Stored items:
==============================

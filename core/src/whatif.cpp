#include "tailwise/whatif.h"

#include <algorithm>
#include <cmath>

namespace tailwise {

namespace {

int findHolding(const Holdings &holdings, const std::string &asset)
{
    for (std::size_t i = 0; i < holdings.size(); ++i)
        if (holdings[i].asset == asset)
            return static_cast<int>(i);
    return -1;
}

// Holdings given directly by money exposure, for evaluating VaR at arbitrary exposures.
Holdings byValue(const RiskReport &report, const Eigen::VectorXd &exposures)
{
    Holdings out(report.holdings.size());
    for (std::size_t i = 0; i < out.size(); ++i) {
        out[i].asset = report.holdings[i].asset;
        out[i].value = exposures(static_cast<Eigen::Index>(i));
    }
    return out;
}

// The k-th of `runs` computations reports into its own share of the caller's progress bar, so
// the whole what-if stays non-decreasing.
RunControl stage(const RunControl &control, int k, int runs)
{
    RunControl part = control;
    if (control.progress)
        part.progress = [&control, k, runs](double f) { control.progress((k + f) / runs); };
    return part;
}

} // namespace

Result<Holdings> applyTrades(const Holdings &holdings, std::span<const Trade> trades, const PriceHistory &prices)
{
    Holdings out = holdings;
    for (std::size_t t = 0; t < trades.size(); ++t) {
        const Trade &trade = trades[t];
        const std::string where = "trade " + std::to_string(t + 1) + " (" + trade.asset + ")";
        if (!std::isfinite(trade.change))
            return fieldError(ErrorKind::Value, "trade", where + ": expected a finite change in quantity");
        if (prices.assetIndex(trade.asset) < 0)
            return fieldError(ErrorKind::Reference, "trade",
                              where + ": the price history has no asset named \"" + trade.asset + "\"");
        const int i = findHolding(out, trade.asset);
        if (i < 0) {
            Holding h;
            h.asset = trade.asset;
            h.quantity = trade.change;
            out.push_back(h);
        } else if (out[static_cast<std::size_t>(i)].value) {
            *out[static_cast<std::size_t>(i)].value += trade.change;
        } else {
            out[static_cast<std::size_t>(i)].quantity += trade.change;
        }
    }
    return out;
}

WhatIfFigures whatIfFigures(double varBefore, double varAfter, const Eigen::VectorXd &marginalVar,
                            const Eigen::VectorXd &exposureChange)
{
    WhatIfFigures f;
    f.varBefore = varBefore;
    f.varAfter = varAfter;
    f.incrementalVar = varAfter - varBefore;
    f.marginalEstimate = marginalVar.dot(exposureChange);
    f.estimateGap = f.incrementalVar - f.marginalEstimate;
    return f;
}

Result<WhatIf> whatIf(const PriceHistory &prices, const Holdings &holdings, const Assumptions &assumptions,
                      std::span<const Trade> trades, const RunControl &control)
{
    auto after = applyTrades(holdings, trades, prices);
    if (!after)
        return after.error();
    // Before, on the same asset list as after: new assets at zero quantity.
    Holdings before = holdings;
    for (std::size_t i = holdings.size(); i < after.value().size(); ++i) {
        Holding h = after.value()[i];
        h.quantity = 0.0;
        before.push_back(h);
    }
    WhatIf out;
    out.holdingsAfter = after.value();
    const int runs = assumptions.model == RiskModel::Normal ? 2 : 4;
    auto beforeReport = computeRisk(prices, before, assumptions, stage(control, 0, runs));
    if (!beforeReport)
        return beforeReport.error();
    auto afterReport = computeRisk(prices, after.value(), assumptions, stage(control, 1, runs));
    if (!afterReport)
        return afterReport.error();
    out.before = std::move(beforeReport).value();
    out.after = std::move(afterReport).value();
    out.exposureChange = out.after.exposures - out.before.exposures;
    for (std::size_t i = 0; i < holdings.size(); ++i)
        if (holdings[i].value && std::any_of(trades.begin(), trades.end(), [&](const Trade &t) { return t.asset == holdings[i].asset; }))
            out.warnings.push_back("the holding " + holdings[i].asset
                                   + " is given by value, so its trade changes the value in money, not a quantity");

    Eigen::VectorXd gradient(out.before.exposures.size());
    if (assumptions.model == RiskModel::Normal) {
        for (std::size_t i = 0; i < out.before.holdings.size(); ++i)
            gradient(static_cast<Eigen::Index>(i)) = out.before.holdings[i].marginalVar;
        out.marginalMethod = "normal marginal VaR (Euler gradient) times the change in exposure";
    } else {
        constexpr double eps = 1e-4;
        const Eigen::VectorXd &e = out.before.exposures;
        auto up = computeRisk(prices, byValue(out.before, e + eps * out.exposureChange), assumptions, stage(control, 2, runs));
        if (!up)
            return up.error();
        auto down = computeRisk(prices, byValue(out.before, e - eps * out.exposureChange), assumptions,
                                stage(control, 3, runs));
        if (!down)
            return down.error();
        // The directional derivative is all the estimate needs: put it on the direction itself.
        const double derivative = (up.value().figures.var - down.value().figures.var) / (2.0 * eps);
        const double norm2 = out.exposureChange.squaredNorm();
        gradient = norm2 > 0.0 ? Eigen::VectorXd(out.exposureChange * (derivative / norm2))
                               : Eigen::VectorXd::Zero(e.size());
        out.marginalMethod = std::string("central difference of the ") + std::string(toName(assumptions.model))
                             + " VaR along the trade (step 1e-4 of the trade)";
    }
    out.figures = whatIfFigures(out.before.figures.var, out.after.figures.var, gradient, out.exposureChange);
    if (control.progress)
        control.progress(1.0);
    return out;
}

} // namespace tailwise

==============================

Exercise objective
Please write out the records above once more, exactly and completely.

Answer to the problem
filename core/src/whatif.cpp
#include "tailwise/whatif.h"

#include <algorithm>
#include <cmath>

namespace tailwise {

namespace {

int findHolding(const Holdings &holdings, const std::string &asset)
{
    for (std::size_t i = 0; i < holdings.size(); ++i)
        if (holdings[i].asset == asset)
            return static_cast<int>(i);
    return -1;
}

// Holdings given directly by money exposure, for evaluating VaR at arbitrary exposures.
Holdings byValue(const RiskReport &report, const Eigen::VectorXd &exposures)
{
    Holdings out(report.holdings.size());
    for (std::size_t i = 0; i < out.size(); ++i) {
        out[i].asset = report.holdings[i].asset;
        out[i].value = exposures(static_cast<Eigen::Index>(i));
    }
    return out;
}

// The k-th of `runs` computations reports into its own share of the caller's progress bar, so
// the whole what-if stays non-decreasing.
RunControl stage(const RunControl &control, int k, int runs)
{
    RunControl part = control;
    if (control.progress)
        part.progress = [&control, k, runs](double f) { control.progress((k + f) / runs); };
    return part;
}

} // namespace

Result<Holdings> applyTrades(const Holdings &holdings, std::span<const Trade> trades, const PriceHistory &prices)
{
    Holdings out = holdings;
    for (std::size_t t = 0; t < trades.size(); ++t) {
        const Trade &trade = trades[t];
        const std::string where = "trade " + std::to_string(t + 1) + " (" + trade.asset + ")";
        if (!std::isfinite(trade.change))
            return fieldError(ErrorKind::Value, "trade", where + ": expected a finite change in quantity");
        if (prices.assetIndex(trade.asset) < 0)
            return fieldError(ErrorKind::Reference, "trade",
                              where + ": the price history has no asset named \"" + trade.asset + "\"");
        const int i = findHolding(out, trade.asset);
        if (i < 0) {
            Holding h;
            h.asset = trade.asset;
            h.quantity = trade.change;
            out.push_back(h);
        } else if (out[static_cast<std::size_t>(i)].value) {
            *out[static_cast<std::size_t>(i)].value += trade.change;
        } else {
            out[static_cast<std::size_t>(i)].quantity += trade.change;
        }
    }
    return out;
}

WhatIfFigures whatIfFigures(double varBefore, double varAfter, const Eigen::VectorXd &marginalVar,
                            const Eigen::VectorXd &exposureChange)
{
    WhatIfFigures f;
    f.varBefore = varBefore;
    f.varAfter = varAfter;
    f.incrementalVar = varAfter - varBefore;
    f.marginalEstimate = marginalVar.dot(exposureChange);
    f.estimateGap = f.incrementalVar - f.marginalEstimate;
    return f;
}

Result<WhatIf> whatIf(const PriceHistory &prices, const Holdings &holdings, const Assumptions &assumptions,
                      std::span<const Trade> trades, const RunControl &control)
{
    auto after = applyTrades(holdings, trades, prices);
    if (!after)
        return after.error();
    // Before, on the same asset list as after: new assets at zero quantity.
    Holdings before = holdings;
    for (std::size_t i = holdings.size(); i < after.value().size(); ++i) {
        Holding h = after.value()[i];
        h.quantity = 0.0;
        before.push_back(h);
    }
    WhatIf out;
    out.holdingsAfter = after.value();
    const int runs = assumptions.model == RiskModel::Normal ? 2 : 4;
    auto beforeReport = computeRisk(prices, before, assumptions, stage(control, 0, runs));
    if (!beforeReport)
        return beforeReport.error();
    auto afterReport = computeRisk(prices, after.value(), assumptions, stage(control, 1, runs));
    if (!afterReport)
        return afterReport.error();
    out.before = std::move(beforeReport).value();
    out.after = std::move(afterReport).value();
    out.exposureChange = out.after.exposures - out.before.exposures;
    for (std::size_t i = 0; i < holdings.size(); ++i)
        if (holdings[i].value && std::any_of(trades.begin(), trades.end(), [&](const Trade &t) { return t.asset == holdings[i].asset; }))
            out.warnings.push_back("the holding " + holdings[i].asset
                                   + " is given by value, so its trade changes the value in money, not a quantity");

    Eigen::VectorXd gradient(out.before.exposures.size());
    if (assumptions.model == RiskModel::Normal) {
        for (std::size_t i = 0; i < out.before.holdings.size(); ++i)
            gradient(static_cast<Eigen::Index>(i)) = out.before.holdings[i].marginalVar;
        out.marginalMethod = "normal marginal VaR (Euler gradient) times the change in exposure";
    } else {
        constexpr double eps = 1e-4;
        const Eigen::VectorXd &e = out.before.exposures;
        auto up = computeRisk(prices, byValue(out.before, e + eps * out.exposureChange), assumptions, stage(control, 2, runs));
        if (!up)
            return up.error();
        auto down = computeRisk(prices, byValue(out.before, e - eps * out.exposureChange), assumptions,
                                stage(control, 3, runs));
        if (!down)
            return down.error();
        // The directional derivative is all the estimate needs: put it on the direction itself.
        const double derivative = (up.value().figures.var - down.value().figures.var) / (2.0 * eps);
        const double norm2 = out.exposureChange.squaredNorm();
        gradient = norm2 > 0.0 ? Eigen::VectorXd(out.exposureChange * (derivative / norm2))
                               : Eigen::VectorXd::Zero(e.size());
        out.marginalMethod = std::string("central difference of the ") + std::string(toName(assumptions.model))
                             + " VaR along the trade (step 1e-4 of the trade)";
    }
    out.figures = whatIfFigures(out.before.figures.var, out.after.figures.var, gradient, out.exposureChange);
    if (control.progress)
        control.progress(1.0);
    return out;
}

} // namespace tailwise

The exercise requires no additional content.